Austrian, Denise Altmann, has decided to hang up her skates after 11 years with Linköping Hockey Club. The 30 year old has been part of the captaincy team for both club and country over the last 6 years.

Altmann has played in every season the women's hockey league has been established in Sweden, first with the name as Rikserien and then as the SDHL. She has set the records that everyone else behind must try to beat.

She finishs her career as the SDHL's highest ever scorer in Goals, Assists and Total Points. In all, she an incredible 539 Points in the regular season evenly split between Goals and Assists.

She has twice won the championship with Linköping and twice has come second, including this season, which would be her last for the Östergötland club. Had she played 7 more games in the regular season she would have also been the player with the most games in the league, a position now held by Brynäs IF's Angelica Östlund, who also retired this year.

To give a comparison, hockey legend and superstar Wayne Gretzky, is the person in the NHL history who has the same position as Altmann, as the League's top Goals scorer, Assist getter and Total Points holder. The Austrian's Points Per Game of 1.77 would put her third in NHL history behind Wayne Gretzky and Mario Lemieux.
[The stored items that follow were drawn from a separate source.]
async fn failure_midway_through_a_batch_stores_nothing(store: &AnyStore, _database: &TestDatabase) {
    network(store).await;
    inject_failure_trigger(store).await;
    // 5 000 readings need two INSERT chunks on SQLite (at most 4 095 rows of 8 parameters each fit
    // below its 32 766-parameter limit), so the first chunk is written before the poisoned last
    // reading fails; a new quantity is also added to the quantity table on the way.
    let mut batch: Vec<NewReading> = (0..5_000)
        .map(|i| reading("ST-1", "pm10", BASE_MS + i * 1_000, 20.0))
        .collect();
    batch.push(reading("ST-2", "pm10", BASE_MS, POISON));
    let error = store
        .insert_batch(&batch, NOW_MS)
        .await
        .expect_err("injected failure");
    assert!(
        matches!(error, StoreError::Other(ref message) if message.contains("injected failure")),
        "{error:?}"
    );
    // Nothing of the batch survives: no reading, no pending bucket, no quantity row.
    assert_eq!(store.count_readings().await.expect("count"), 0);
    assert_eq!(store.count_pending_buckets().await.expect("pending"), 0);
    let quantities = fetch_all_raw!(store, (String,), "SELECT key FROM quantities");
    assert!(quantities.is_empty(), "{quantities:?}");

    // Without the poisoned reading the same readings go in, in the same multi-chunk way.
    batch.pop();
    let outcome = store.insert_batch(&batch, NOW_MS).await.expect("clean");
    assert_eq!(outcome.accepted, 5_000);
    assert_eq!(store.count_readings().await.expect("count"), 5_000);
}

/// Many small batches at once (on SQLite they are stored in groups, `commit_group.rs`): each is
/// answered as if it had been stored alone. A batch naming an unknown station and one that the
/// database itself refuses fail on their own; two batches sending the same key count one
/// acceptance and one duplicate, two sending different values for one key one acceptance and one
/// revision, whichever goes first.
async fn concurrent_small_batches_are_answered_each_on_its_own(
    store: &AnyStore,
    _database: &TestDatabase,
) {
    network(store).await;
    inject_failure_trigger(store).await;
    let mut batches: Vec<Vec<NewReading>> = (0..40)
        .map(|minute| {
            let station = if minute % 2 == 0 { "ST-1" } else { "ST-2" };
            vec![reading(
                station,
                "air_temperature",
                BASE_MS + minute * 60_000,
                10.0 + minute as f64,
            )]
        })
        .collect();
    let unknown = batches.len();
    batches.push(vec![reading("ST-404", "air_temperature", BASE_MS, 13.0)]);
    let poisoned = batches.len();
    batches.push(vec![reading("ST-2", "pm10", BASE_MS, POISON)]);
    let same = reading("ST-1", "relative_humidity", BASE_MS, 80.0);
    let shared = batches.len();
    batches.push(vec![same.clone()]);
    batches.push(vec![same]);
    let revised = batches.len();
    batches.push(vec![reading("ST-2", "relative_humidity", BASE_MS, 70.0)]);
    batches.push(vec![reading("ST-2", "relative_humidity", BASE_MS, 71.0)]);

    let tasks: Vec<_> = batches
        .into_iter()
        .enumerate()
        .map(|(index, batch)| {
            let store = store.clone();
            tokio::spawn(async move { store.insert_batch(&batch, NOW_MS + index as i64).await })
        })
        .collect();
    let mut answers = Vec::new();
    for task in tasks {
        answers.push(task.await.expect("task"));
    }

    let one_new = BatchOutcome {
        accepted: 1,
        duplicates: 0,
        revised: 0,
    };
    for answer in &answers[..unknown] {
        assert_eq!(answer.as_ref().expect("a good batch"), &one_new);
    }
    assert!(
        matches!(&answers[unknown], Err(StoreError::NotFound(message)) if message.contains("ST-404")),
        "{:?}",
        answers[unknown]
    );
    assert!(
        matches!(&answers[poisoned], Err(StoreError::Other(message)) if message.contains("injected failure")),
        "{:?}",
        answers[poisoned]
    );
    let sum = |answers: &[Result<BatchOutcome, StoreError>]| {
        answers
            .iter()
            .fold(BatchOutcome::default(), |mut total, answer| {
                let outcome = answer.as_ref().expect("stored");
                total.accepted += outcome.accepted;
                total.duplicates += outcome.duplicates;
                total.revised += outcome.revised;
                total
            })
    };
    assert_eq!(
        sum(&answers[shared..shared + 2]),
        BatchOutcome {
            accepted: 1,
            duplicates: 1,
            revised: 0
        }
    );
    assert_eq!(
        sum(&answers[revised..revised + 2]),
        BatchOutcome {
            accepted: 2,
            duplicates: 0,
            revised: 1
        }
    );
    // 40 readings, one shared key stored once, one key in two revisions.
    assert_eq!(store.count_readings().await.expect("count"), 43);
    // Each reading keeps the arrival time of its own batch.
    let received = fetch_all_raw!(
        store,
        (i64, i64),
        "SELECT observed_at_ms, received_at_ms FROM readings r \
         JOIN quantities q ON q.id = r.quantity_id WHERE q.key = 'air_temperature'"
    );
    assert_eq!(received.len(), 40);
    for (observed_at_ms, received_at_ms) in received {
        assert_eq!(received_at_ms, NOW_MS + (observed_at_ms - BASE_MS) / 60_000);
    }
    // The refused batch left nothing behind, not even its new quantity.
    let quantities = fetch_all_raw!(store, (String,), "SELECT key FROM quantities");
    assert!(
        !quantities.iter().any(|(key,)| key == "pm10"),
        "{quantities:?}"
    );
}

/// A station moved to another area, and an area given another interval, between two batches: the
/// second batch marks the intervals of the network as it is then (the SQLite writer keeps the
/// stations it looked up between transactions and must notice both changes).
async fn a_batch_after_a_change_of_the_network_marks_the_intervals_of_the_new_network(
    store: &AnyStore,
    _database: &TestDatabase,
) {
    network(store).await;
    east_rise_with_st9(store).await;
    const PENDING: &str = "SELECT a.key, p.bucket_start_ms FROM pending_buckets p \
        JOIN areas a ON a.id = p.area_id ORDER BY a.key, p.bucket_start_ms";
    let first = [
        reading("ST-1", "air_temperature", BASE_MS, 10.0),
        reading("ST-9", "air_temperature", BASE_MS, 11.0),
    ];
    store.insert_batch(&first, NOW_MS).await.expect("first");
    assert_eq!(
        fetch_all_raw!(store, (String, i64), PENDING),
        vec![
            ("east-rise".to_owned(), BASE_MS),
            ("north-basin".to_owned(), BASE_MS),
        ]
    );

    // ST-1 moves to east-rise; east-rise's intervals become 5 minutes.
    store
        .upsert_station(&station("ST-1", "east-rise"))
        .await
        .expect("move");
    store
        .upsert_area(&NewArea {
            key: "east-rise".to_owned(),
            name: "East rise".to_owned(),
            interval_ms: 300_000,
        })
        .await
        .expect("interval");
    // 2 h after BASE_MS (a whole number of both intervals) plus 7 minutes: the 5-minute interval
    // that starts at +2 h 5 min, where the 10-minute one would start at +2 h.
    let later = BASE_MS + 2 * 3_600_000 + 7 * 60_000;
    let second = [
        reading("ST-1", "air_temperature", later, 10.5),
        reading("ST-9", "air_temperature", later, 11.5),
    ];
    store
        .insert_batch(&second, NOW_MS + 1)
        .await
        .expect("second");
    assert_eq!(
        fetch_all_raw!(store, (String, i64), PENDING),
        vec![
            ("east-rise".to_owned(), BASE_MS),
            ("east-rise".to_owned(), later - 2 * 60_000),
            ("north-basin".to_owned(), BASE_MS),
        ]
    );
}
These records are also likely to hold for a long time. That's because she has an enormous lead of over 200 points (!!!) over rivals in these competitions, such as Erika Grahm (MODO Hockey) and Emma Nordin (Luleå HF). Although these two Swedes are a bit younger at 27 years old, they are unlikely to catch the Austrian unless they play well into their 30s.

But otherwise, the former Linköping player has set a very high bench mark, making a case to be the best forward in this first generation of hockey players in the Swedish league.

Next autumn Denise's hockey adventure will continue as she joins the leadership team at Linköping Hockey Club as a trainer with focus on developing forwards.